Sometimes you’ll find amazing property deals that include homes under a homeowners association. On the surface, it might seem like a good deal for a rental property. Maybe you’ve lived under an HOA before and didn’t think it was that bad. You may not mind living in a home governed by a homeowners association, but here’s why it isn’t the best decision for a rental property.
Many tenants will outright refuse to follow the rules
Maybe it’s a person’s innate need for freedom and aversion to being told what to do, but many tenants will refuse to follow HOA rules they find to be useless. For example, most HOAs don’t allow you to put anything on the window sill. This means no knick-knacks, no decorations, no alarm clocks, no incense burners, no holiday decorations, nothing.
For people who like to use or decorate their window sills, they will have a hard time following this rule. It’s not even going to be an obvious violation, either, and will likely happen by accident. They probably won’t even know they’ve done anything wrong until someone reports them. By that time, they will have settled into the unit and will feel violated for being told they can’t even put their alarm clock on the window sill. It sounds petty, and HOAs have their reasons, but it’s a big deal to tenants.
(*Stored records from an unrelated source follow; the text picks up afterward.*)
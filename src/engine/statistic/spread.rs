//! Spread statistics: variance and standard deviation (plug-in, or divided by n − 1),
//! coefficient of variation.

use serde::{Deserialize, Serialize};
use utoipa::ToSchema;

use super::{weighted_mean, weighted_plugin_variance, ColumnSpec, ColumnStatistic, Scratch};
use crate::engine::data::{ColumnLayout, DataError};

crate::wire_enum! {
    /// What the sum of squared deviations is divided by: `n` (the plug-in form, the bootstrap's
    /// own) or `n-1` (the unbiased variance).
    pub enum Divisor default N {
        /// The number of observations: the plug-in variance.
        N = "n",
        /// One less than the number of observations: the unbiased variance.
        NMinusOne = "n-1",
    }
}

impl Divisor {
    /// How much less than n the divisor is.
    fn offset(self) -> f64 {
        match self {
            Divisor::N => 0.0,
            Divisor::NMinusOne => 1.0,
        }
    }
}

fn build_variance(divisor: Divisor, root: bool, c: &ColumnLayout) -> Result<Box<dyn ColumnStatistic>, Vec<DataError>> {
    if c.total <= divisor.offset() {
        return Err(vec![DataError::TooFewForDivisor]);
    }
    Ok(Box::new(Variance {
        ddof: divisor.offset(),
        root,
    }))
}

/// Variance: the plug-in form (divided by n) unless `divisor` is `n-1`.
#[derive(Debug, Clone, PartialEq, Serialize, Deserialize, ToSchema)]
#[serde(deny_unknown_fields)]
pub struct VarianceSpec {
    /// `n` (plug-in) or `n-1` (unbiased). Default `n`.
    #[serde(default)]
    #[schema(inline, default = "n")]
    pub divisor: Divisor,
}

impl ColumnSpec for VarianceSpec {
    const ANALYTIC_SE: bool = true;
    fn build(&self, c: &ColumnLayout, _: &[f64]) -> Result<Box<dyn ColumnStatistic>, Vec<DataError>> {
        build_variance(self.divisor, false, c)
    }
}

/// Standard deviation: the plug-in form (divided by n) unless `divisor` is `n-1`.
#[derive(Debug, Clone, PartialEq, Serialize, Deserialize, ToSchema)]
#[serde(deny_unknown_fields)]
pub struct StdDevSpec {
    /// `n` (plug-in) or `n-1` (unbiased variance, then the root). Default `n`.
    #[serde(default)]
    #[schema(inline, default = "n")]
    pub divisor: Divisor,
}

impl ColumnSpec for StdDevSpec {
    const ANALYTIC_SE: bool = true;
    fn build(&self, c: &ColumnLayout, _: &[f64]) -> Result<Box<dyn ColumnStatistic>, Vec<DataError>> {
        build_variance(self.divisor, true, c)
    }
}

/// Plug-in standard deviation over the mean.
#[derive(Debug, Clone, PartialEq, Serialize, Deserialize, ToSchema)]
#[serde(deny_unknown_fields)]
pub struct CoefficientOfVariationSpec {}

impl ColumnSpec for CoefficientOfVariationSpec {
    fn build(&self, c: &ColumnLayout, _: &[f64]) -> Result<Box<dyn ColumnStatistic>, Vec<DataError>> {
        if c.total > 0.0 && weighted_mean(&c.x, &c.base) == 0.0 {
            return Err(vec![DataError::ZeroMean]);
        }
        Ok(Box::new(CoefficientOfVariation))
    }
}

/// Leave-one-out (mean, sum of squared deviations, size) for every unit, in O(units), from
/// centred sums: removing one copy of d_j = x_j − x̄ leaves S₁ − d_j and S₂ − d_j².
fn jackknife_moments(c: &ColumnLayout) -> Vec<(f64, f64, f64)> {
    let n = c.total;
    let m = weighted_mean(&c.x, &c.base);
    let s1: f64 = c.x.iter().zip(&c.base).map(|(x, b)| b * (x - m)).sum();
    let s2: f64 = c.x.iter().zip(&c.base).map(|(x, b)| b * (x - m) * (x - m)).sum();
    let n1 = n - 1.0;
    c.x.iter()
        .map(|x| {
            let d = x - m;
            let t1 = s1 - d;
            let t2 = s2 - d * d;
            (m + t1 / n1, (t2 - t1 * t1 / n1).max(0.0), n1)
        })
        .collect()
}

/// Variance (`root: false`) or standard deviation (`root: true`) with divisor n − ddof, where
/// ddof ("delta degrees of freedom") is the divisor's offset from n.
pub struct Variance {
    pub ddof: f64,
    pub root: bool,
}

impl ColumnStatistic for Variance {
    fn evaluate(&self, c: &ColumnLayout, w: &[f64], _: &mut Scratch) -> f64 {
        let total: f64 = w.iter().sum();
        let v = weighted_plugin_variance(&c.x, w) * total / (total - self.ddof);
        if self.root {
            v.sqrt()
        } else {
            v
        }
    }
    fn jackknife_closed(&self, c: &ColumnLayout) -> Option<Vec<f64>> {
        Some(
            jackknife_moments(c)
                .into_iter()
                .map(|(_, ss, n)| {
                    let v = ss / (n - self.ddof);
                    if self.root {
                        v.sqrt()
                    } else {
                        v
                    }
                })
                .collect(),
        )
    }
    /// Large-sample standard error of the plug-in variance, √((m₄ − m₂²)/n), scaled by
    /// n/(n − ddof); for the standard deviation the delta method divides by 2σ̂
    /// (e.g. Davison & Hinkley 1997, §2.7; common practice).
    fn analytic_se(&self, c: &ColumnLayout, w: &[f64]) -> Option<f64> {
        let total: f64 = w.iter().sum();
        let m = weighted_mean(&c.x, w);
        let m2 = weighted_plugin_variance(&c.x, w);
        if m2 == 0.0 {
            return Some(0.0);
        }
        // Fourth moment in units of m₂ (the kurtosis), so no power of a large deviation is formed.
        let mut kurt = 0.0;
        for (x, wi) in c.x.iter().zip(w) {
            let r = (x - m) * (x - m) / m2;
            kurt += wi * r * r;
        }
        kurt /= total;
        let k = total / (total - self.ddof);
        let se_var = k * m2 * ((kurt - 1.0).max(0.0) / total).sqrt();
        if self.root {
            // se(sd) = se(var)/(2 sd), written so that no product of large numbers is formed.
            Some(k.sqrt() * m2.sqrt() * ((kurt - 1.0).max(0.0) / total).sqrt() / 2.0)
        } else {
            Some(se_var)
        }
    }
}

/// Plug-in standard deviation over the mean.
pub struct CoefficientOfVariation;

impl ColumnStatistic for CoefficientOfVariation {
    fn evaluate(&self, c: &ColumnLayout, w: &[f64], _: &mut Scratch) -> f64 {
        weighted_plugin_variance(&c.x, w).sqrt() / weighted_mean(&c.x, w)
    }
    fn jackknife_closed(&self, c: &ColumnLayout) -> Option<Vec<f64>> {
        Some(jackknife_moments(c).into_iter().map(|(m, ss, n)| (ss / n).sqrt() / m).collect())
    }
}

#[cfg(test)]
mod tests {
    use super::*;

    #[test]
    fn closed_jackknife_matches_direct() {
        let d = ColumnLayout::aggregated(&[1., 2., 3., 7., 9.], &[1, 3, 1, 2, 4]);
        let c = &d;
        let stats: Vec<Box<dyn ColumnStatistic>> = vec![
            Box::new(Variance { ddof: 0.0, root: false }),
            Box::new(Variance { ddof: 1.0, root: true }),
            Box::new(CoefficientOfVariation),
        ];
        for s in &stats {
            let jack = s.jackknife_closed(&d).unwrap();
            for j in 0..c.x.len() {
                let mut w = c.base.clone();
                w[j] -= 1.0;
                let direct = s.evaluate(&d, &w, &mut Scratch::default());
                assert!((jack[j] - direct).abs() < 1e-12 * direct.abs().max(1.0), "{} vs {direct}", jack[j]);
            }
        }
    }

    #[test]
    fn divisor_n_minus_one_is_the_unbiased_variance() {
        // Sample variance of 1..5 divided by n − 1 is 2.5 (numpy 2.4 var with one delta degree
        // of freedom); the plug-in form is 2.
        let d = ColumnLayout::rows(&[1., 2., 3., 4., 5.]);
        let w = d.base.clone();
        let mut s = Scratch::default();
        assert!((Variance { ddof: 1.0, root: false }.evaluate(&d, &w, &mut s) - 2.5).abs() < 1e-12);
        assert!((Variance { ddof: 0.0, root: false }.evaluate(&d, &w, &mut s) - 2.0).abs() < 1e-12);
    }
}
You don’t want your property racking up fines because your tenant won’t move their alarm clock, or something similar in nature. Other common violations tenants understandably resist include forcing residents to keep their garage doors open, planting trees that are too short, or owning an older vehicle. Some HOAs even require police officers to park their cars in the garage out of sight. If these violations seem petty, it’s because HOAs want to maintain certain aesthetics in the neighborhood.
You can go over all the rules ahead of time before signing the lease, and it may not make a difference. A lot of HOA rules seem different on paper and the reality only hits when you’re slapped with a notice to stop. For example, the man who was fined $5,000 for planting magnolia trees three feet too short probably never thought it would be an issue, even though it was outlined in the bylaws when he bought his property.
At a glance, when reading the bylaws, requiring new trees to be six feet tall seems reasonable, until it comes time to plant your own, and you choose smaller trees because they grow better than larger trees. Most people aren’t going to remember the rule, nor will they check the bylaws to make sure their trees are the proper height before planting them because it’s not logical.
Most tenants will find themselves getting fined at some point for doing something totally normal that doesn’t even seem like a violation. Many will outright refuse to pay the fine and it will all fall on you. It’s just more of a risk to you when your HOA property is a rental.
You will be responsible for the previous owner’s violations
Anytime you purchase property governed by an HOA, you become legally responsible for the former owner’s violations, including unpaid fines. Many people find this out the hard way when they buy a home from an auction as-is for what looks like a great deal, and don’t realize it comes with some hefty fines.
The only way to know what you’re getting into is to request an HOA estoppel or certificate before the sale closes. With this information, you can stipulate that the seller must pay all outstanding fees before the sale will be completed. It’s also wise to request documentation from the HOA to confirm that the property has no violations or outstanding fees, and isn’t in collections.
An HOA can foreclose on your property
Despite the fact that you have a mortgage, an HOA can foreclose on your property for unpaid fines. Never trust the word of the seller that the property is lien-free. They might be hiding the truth, or they may not have all the information.
If you’re going to buy HOA property, have an attorney conduct a title search, and then get an owner’s title insurance policy to protect yourself just in case any liens are missed during the title search.
The possibility of foreclosure will still exist when you rent to a tenant because you will still be held legally and financially responsible for their violations. This means one problem tenant can potentially cause you to lose your property.
You’ll have extra paperwork
In addition to hiring an attorney to perform a title search and getting an owner’s title insurance policy, you’ll also need to request a Resale Package from the HOA in order to find out about pending violations that can turn into a lien later. You won’t find this information in a title search and it won’t be covered by title insurance.
A Resale Package will also include important information like:
- Due schedules and amount
- Outstanding dues for your property
- Code violations
- Bylaws and covenants
- Articles of Incorporation
- Annual financials
- HOA budget
- Meeting minutes
- Rules and regulations
- And more
All of this is important information to have, but it creates far more work for you as a property investor. When all you want to do is buy property and rent it out, an HOA will slow you down.
HOA properties make bad rentals
At the end of the day, you won’t be able to collect more rent for a house under an HOA, so there really is no significant advantage to using one as a rental property. When it comes to HOA rentals, there are major disadvantages that are compounded by the fact that you have to trust your tenants not to violate the rules because it can cost you serious money. You can try to pass the bill to your tenant, but if they’re already violating the rules they agreed to when moving in, it’s unlikely that you’ll get them to pay unless you take them to court. Lawsuits are expensive and not worth the energy if you can avoid them.